** The problem **
Copy nothing from the entries below except the lines from the one containing "width, height: 900" through the one containing "rules again. */", and copy those exactly.
--- Input material Enclosed Below ---
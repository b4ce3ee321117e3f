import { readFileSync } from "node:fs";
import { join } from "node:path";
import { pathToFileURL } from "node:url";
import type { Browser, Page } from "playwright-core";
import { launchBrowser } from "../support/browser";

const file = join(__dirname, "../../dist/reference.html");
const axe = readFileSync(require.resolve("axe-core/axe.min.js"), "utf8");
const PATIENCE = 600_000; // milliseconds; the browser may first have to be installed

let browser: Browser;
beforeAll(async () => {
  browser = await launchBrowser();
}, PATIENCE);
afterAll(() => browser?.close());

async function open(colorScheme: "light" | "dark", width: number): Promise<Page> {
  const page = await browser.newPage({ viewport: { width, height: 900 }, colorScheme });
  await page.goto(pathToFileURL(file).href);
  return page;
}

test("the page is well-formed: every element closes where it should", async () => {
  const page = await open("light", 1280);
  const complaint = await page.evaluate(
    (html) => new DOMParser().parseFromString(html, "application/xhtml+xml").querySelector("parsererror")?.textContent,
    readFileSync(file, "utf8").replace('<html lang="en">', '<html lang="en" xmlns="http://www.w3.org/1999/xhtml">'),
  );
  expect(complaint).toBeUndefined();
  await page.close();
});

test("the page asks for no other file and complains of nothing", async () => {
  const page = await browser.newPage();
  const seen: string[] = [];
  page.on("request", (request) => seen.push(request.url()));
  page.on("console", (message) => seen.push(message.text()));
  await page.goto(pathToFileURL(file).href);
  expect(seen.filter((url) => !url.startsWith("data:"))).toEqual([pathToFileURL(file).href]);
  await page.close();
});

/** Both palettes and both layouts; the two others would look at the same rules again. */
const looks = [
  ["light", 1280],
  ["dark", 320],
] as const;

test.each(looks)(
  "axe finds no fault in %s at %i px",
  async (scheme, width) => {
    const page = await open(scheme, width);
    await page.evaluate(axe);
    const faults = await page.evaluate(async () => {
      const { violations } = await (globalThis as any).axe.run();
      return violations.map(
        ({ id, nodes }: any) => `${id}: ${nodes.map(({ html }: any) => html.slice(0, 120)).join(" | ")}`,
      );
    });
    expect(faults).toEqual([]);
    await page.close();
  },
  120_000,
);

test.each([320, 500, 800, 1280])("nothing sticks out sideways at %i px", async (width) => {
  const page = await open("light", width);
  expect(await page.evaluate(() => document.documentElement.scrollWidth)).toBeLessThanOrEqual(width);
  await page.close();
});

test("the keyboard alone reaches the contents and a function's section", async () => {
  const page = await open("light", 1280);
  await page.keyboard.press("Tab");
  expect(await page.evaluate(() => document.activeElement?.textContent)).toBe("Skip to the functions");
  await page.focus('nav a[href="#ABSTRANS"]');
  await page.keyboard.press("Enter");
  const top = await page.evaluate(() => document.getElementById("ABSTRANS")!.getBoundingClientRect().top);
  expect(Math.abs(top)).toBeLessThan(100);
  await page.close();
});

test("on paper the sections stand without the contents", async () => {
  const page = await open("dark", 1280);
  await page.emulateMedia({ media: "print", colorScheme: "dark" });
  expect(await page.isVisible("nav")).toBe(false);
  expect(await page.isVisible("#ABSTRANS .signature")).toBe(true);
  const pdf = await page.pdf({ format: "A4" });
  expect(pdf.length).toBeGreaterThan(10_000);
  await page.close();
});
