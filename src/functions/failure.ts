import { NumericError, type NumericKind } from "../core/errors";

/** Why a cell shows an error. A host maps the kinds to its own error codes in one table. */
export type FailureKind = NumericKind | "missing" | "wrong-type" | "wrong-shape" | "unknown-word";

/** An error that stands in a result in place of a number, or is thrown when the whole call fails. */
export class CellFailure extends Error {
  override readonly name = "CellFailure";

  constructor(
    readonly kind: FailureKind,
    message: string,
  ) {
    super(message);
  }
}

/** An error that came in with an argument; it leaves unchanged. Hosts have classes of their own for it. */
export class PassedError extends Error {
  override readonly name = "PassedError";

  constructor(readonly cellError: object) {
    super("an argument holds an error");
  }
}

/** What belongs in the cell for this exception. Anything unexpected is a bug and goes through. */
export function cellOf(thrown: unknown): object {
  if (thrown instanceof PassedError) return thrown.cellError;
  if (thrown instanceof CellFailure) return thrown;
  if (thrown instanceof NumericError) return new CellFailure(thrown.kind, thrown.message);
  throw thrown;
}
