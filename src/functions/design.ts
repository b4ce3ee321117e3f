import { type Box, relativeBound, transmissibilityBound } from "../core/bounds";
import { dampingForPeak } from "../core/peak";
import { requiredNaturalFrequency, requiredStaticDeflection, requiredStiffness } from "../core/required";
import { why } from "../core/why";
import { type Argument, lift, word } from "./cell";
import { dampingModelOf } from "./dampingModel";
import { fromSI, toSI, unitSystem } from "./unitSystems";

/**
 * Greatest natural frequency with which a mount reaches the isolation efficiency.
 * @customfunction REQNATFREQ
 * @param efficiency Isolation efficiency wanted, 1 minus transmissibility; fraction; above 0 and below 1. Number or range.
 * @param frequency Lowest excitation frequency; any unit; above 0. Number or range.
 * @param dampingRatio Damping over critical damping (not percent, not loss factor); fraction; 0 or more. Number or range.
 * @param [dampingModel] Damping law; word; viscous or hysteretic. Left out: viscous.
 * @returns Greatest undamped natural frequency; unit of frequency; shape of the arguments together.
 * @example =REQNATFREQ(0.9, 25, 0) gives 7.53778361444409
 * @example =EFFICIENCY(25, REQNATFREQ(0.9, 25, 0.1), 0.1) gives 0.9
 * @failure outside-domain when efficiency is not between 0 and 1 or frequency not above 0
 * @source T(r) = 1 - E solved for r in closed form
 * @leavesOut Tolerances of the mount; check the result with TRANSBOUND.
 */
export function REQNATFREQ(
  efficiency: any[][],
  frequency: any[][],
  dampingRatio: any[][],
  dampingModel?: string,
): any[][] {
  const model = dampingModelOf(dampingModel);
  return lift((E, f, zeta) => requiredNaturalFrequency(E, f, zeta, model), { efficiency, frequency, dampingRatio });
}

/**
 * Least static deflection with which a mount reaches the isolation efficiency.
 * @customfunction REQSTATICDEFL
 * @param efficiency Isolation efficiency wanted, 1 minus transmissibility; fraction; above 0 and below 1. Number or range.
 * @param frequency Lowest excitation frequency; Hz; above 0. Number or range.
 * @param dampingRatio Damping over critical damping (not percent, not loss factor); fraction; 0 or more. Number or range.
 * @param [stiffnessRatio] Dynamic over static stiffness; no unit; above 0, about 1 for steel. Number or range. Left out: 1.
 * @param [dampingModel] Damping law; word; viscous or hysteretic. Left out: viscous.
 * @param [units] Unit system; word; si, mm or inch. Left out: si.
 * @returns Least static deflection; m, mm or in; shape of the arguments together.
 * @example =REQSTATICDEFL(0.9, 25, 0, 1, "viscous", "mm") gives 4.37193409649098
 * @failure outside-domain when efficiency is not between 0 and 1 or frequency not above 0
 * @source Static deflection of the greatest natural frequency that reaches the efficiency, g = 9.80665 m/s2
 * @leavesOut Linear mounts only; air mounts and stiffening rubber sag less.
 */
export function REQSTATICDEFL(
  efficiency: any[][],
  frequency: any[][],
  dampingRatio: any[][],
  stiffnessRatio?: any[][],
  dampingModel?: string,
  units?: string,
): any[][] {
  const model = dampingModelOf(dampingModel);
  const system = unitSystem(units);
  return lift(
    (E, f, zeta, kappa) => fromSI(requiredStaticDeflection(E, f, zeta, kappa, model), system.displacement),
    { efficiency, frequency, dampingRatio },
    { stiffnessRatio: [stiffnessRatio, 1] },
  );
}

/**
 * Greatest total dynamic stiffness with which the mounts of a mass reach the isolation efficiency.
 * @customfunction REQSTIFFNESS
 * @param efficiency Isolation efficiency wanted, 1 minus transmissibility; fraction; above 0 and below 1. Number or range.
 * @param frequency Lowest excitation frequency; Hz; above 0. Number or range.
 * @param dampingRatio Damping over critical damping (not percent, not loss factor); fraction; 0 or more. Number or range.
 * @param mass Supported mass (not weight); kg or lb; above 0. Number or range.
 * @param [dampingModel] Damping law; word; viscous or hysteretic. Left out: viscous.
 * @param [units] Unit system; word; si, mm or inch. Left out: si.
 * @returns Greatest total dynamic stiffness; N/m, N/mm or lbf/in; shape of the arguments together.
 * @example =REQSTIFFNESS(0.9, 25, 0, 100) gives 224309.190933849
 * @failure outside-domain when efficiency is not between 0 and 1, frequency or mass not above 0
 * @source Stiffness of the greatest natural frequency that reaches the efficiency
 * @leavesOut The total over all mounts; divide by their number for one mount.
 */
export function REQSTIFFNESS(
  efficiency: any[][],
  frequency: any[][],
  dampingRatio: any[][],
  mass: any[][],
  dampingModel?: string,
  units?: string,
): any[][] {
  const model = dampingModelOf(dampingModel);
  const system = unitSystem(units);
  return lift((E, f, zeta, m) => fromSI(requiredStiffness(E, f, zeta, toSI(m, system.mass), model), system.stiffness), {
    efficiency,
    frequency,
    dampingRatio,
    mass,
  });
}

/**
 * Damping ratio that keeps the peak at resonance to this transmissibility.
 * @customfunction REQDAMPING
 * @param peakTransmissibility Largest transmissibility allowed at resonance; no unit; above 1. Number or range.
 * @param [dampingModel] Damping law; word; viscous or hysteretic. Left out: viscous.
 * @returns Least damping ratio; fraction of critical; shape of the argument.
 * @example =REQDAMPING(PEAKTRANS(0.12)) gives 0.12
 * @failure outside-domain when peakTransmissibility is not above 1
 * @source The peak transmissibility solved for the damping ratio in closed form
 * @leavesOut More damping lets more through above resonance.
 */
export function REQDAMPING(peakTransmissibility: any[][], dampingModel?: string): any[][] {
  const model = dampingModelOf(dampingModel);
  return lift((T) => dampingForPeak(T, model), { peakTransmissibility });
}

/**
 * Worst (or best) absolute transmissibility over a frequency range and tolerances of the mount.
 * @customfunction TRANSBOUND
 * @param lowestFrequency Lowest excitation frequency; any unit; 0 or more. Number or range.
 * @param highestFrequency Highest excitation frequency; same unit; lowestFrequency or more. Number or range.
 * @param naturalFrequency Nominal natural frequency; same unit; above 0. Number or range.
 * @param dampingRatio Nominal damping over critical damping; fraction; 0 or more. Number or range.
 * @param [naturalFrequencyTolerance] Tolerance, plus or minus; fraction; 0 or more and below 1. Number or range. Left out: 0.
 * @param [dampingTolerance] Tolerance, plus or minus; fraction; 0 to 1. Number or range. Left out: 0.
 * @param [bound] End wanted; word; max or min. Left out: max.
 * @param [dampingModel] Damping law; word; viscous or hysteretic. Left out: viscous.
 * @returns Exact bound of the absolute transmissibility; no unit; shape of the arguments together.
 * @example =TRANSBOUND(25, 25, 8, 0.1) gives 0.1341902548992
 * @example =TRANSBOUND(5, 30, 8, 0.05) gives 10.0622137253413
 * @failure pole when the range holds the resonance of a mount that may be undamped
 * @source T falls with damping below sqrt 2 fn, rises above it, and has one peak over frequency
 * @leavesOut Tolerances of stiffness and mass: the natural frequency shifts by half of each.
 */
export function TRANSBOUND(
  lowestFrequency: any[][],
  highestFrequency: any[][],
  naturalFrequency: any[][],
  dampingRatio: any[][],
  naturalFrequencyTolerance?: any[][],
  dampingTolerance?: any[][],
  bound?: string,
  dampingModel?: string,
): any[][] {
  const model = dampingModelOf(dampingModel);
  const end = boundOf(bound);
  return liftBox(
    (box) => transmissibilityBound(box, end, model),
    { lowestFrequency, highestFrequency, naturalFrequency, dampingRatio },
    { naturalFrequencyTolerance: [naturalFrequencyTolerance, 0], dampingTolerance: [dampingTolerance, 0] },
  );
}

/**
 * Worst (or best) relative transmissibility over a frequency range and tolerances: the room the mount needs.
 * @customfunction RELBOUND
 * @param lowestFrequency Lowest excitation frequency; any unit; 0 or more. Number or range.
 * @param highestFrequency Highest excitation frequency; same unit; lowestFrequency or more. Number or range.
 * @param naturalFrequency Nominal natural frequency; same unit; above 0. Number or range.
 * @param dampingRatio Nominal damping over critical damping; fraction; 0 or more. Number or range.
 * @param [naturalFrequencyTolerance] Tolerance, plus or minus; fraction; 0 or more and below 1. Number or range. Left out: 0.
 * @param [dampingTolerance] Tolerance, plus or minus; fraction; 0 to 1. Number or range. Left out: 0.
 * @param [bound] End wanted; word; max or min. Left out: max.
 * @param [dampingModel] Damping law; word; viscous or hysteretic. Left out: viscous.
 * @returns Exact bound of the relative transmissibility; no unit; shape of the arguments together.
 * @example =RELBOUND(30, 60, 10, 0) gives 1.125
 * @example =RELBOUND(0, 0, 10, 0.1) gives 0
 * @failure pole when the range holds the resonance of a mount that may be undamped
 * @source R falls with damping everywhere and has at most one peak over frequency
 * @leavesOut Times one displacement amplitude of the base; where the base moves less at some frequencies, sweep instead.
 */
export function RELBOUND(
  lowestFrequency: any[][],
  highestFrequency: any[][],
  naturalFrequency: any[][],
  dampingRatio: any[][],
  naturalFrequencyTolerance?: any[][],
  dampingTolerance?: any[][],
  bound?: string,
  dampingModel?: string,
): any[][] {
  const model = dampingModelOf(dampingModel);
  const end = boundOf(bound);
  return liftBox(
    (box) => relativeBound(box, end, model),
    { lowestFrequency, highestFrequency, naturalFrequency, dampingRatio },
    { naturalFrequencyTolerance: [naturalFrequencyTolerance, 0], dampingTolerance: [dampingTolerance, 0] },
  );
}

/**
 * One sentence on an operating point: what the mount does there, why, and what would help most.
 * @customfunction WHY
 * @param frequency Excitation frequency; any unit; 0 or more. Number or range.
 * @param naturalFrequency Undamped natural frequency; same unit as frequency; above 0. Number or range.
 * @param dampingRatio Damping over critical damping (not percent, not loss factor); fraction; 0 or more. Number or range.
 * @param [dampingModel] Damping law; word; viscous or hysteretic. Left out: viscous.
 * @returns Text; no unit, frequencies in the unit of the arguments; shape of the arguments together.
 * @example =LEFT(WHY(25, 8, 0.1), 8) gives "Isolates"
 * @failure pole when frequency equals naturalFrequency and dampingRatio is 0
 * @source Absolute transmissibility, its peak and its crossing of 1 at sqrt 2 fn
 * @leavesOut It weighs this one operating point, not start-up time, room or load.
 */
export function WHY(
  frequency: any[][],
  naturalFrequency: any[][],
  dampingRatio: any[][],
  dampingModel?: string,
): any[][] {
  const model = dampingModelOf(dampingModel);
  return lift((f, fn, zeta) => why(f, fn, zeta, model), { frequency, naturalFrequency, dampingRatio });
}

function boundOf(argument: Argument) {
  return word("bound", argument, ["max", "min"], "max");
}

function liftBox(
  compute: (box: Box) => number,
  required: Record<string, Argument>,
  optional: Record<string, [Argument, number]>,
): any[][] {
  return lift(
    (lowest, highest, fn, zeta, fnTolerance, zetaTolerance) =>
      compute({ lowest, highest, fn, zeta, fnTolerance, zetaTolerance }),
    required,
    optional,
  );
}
--- End of Enclosed Input material ---
** Result **
  const page = await browser.newPage({ viewport: { width, height: 900 }, colorScheme });
  await page.goto(pathToFileURL(file).href);
  return page;
}

test("the page is well-formed: every element closes where it should", async () => {
  const page = await open("light", 1280);
  const complaint = await page.evaluate(
    (html) => new DOMParser().parseFromString(html, "application/xhtml+xml").querySelector("parsererror")?.textContent,
    readFileSync(file, "utf8").replace('<html lang="en">', '<html lang="en" xmlns="http://www.w3.org/1999/xhtml">'),
  );
  expect(complaint).toBeUndefined();
  await page.close();
});

test("the page asks for no other file and complains of nothing", async () => {
  const page = await browser.newPage();
  const seen: string[] = [];
  page.on("request", (request) => seen.push(request.url()));
  page.on("console", (message) => seen.push(message.text()));
  await page.goto(pathToFileURL(file).href);
  expect(seen.filter((url) => !url.startsWith("data:"))).toEqual([pathToFileURL(file).href]);
  await page.close();
});

/** Both palettes and both layouts; the two others would look at the same rules again. */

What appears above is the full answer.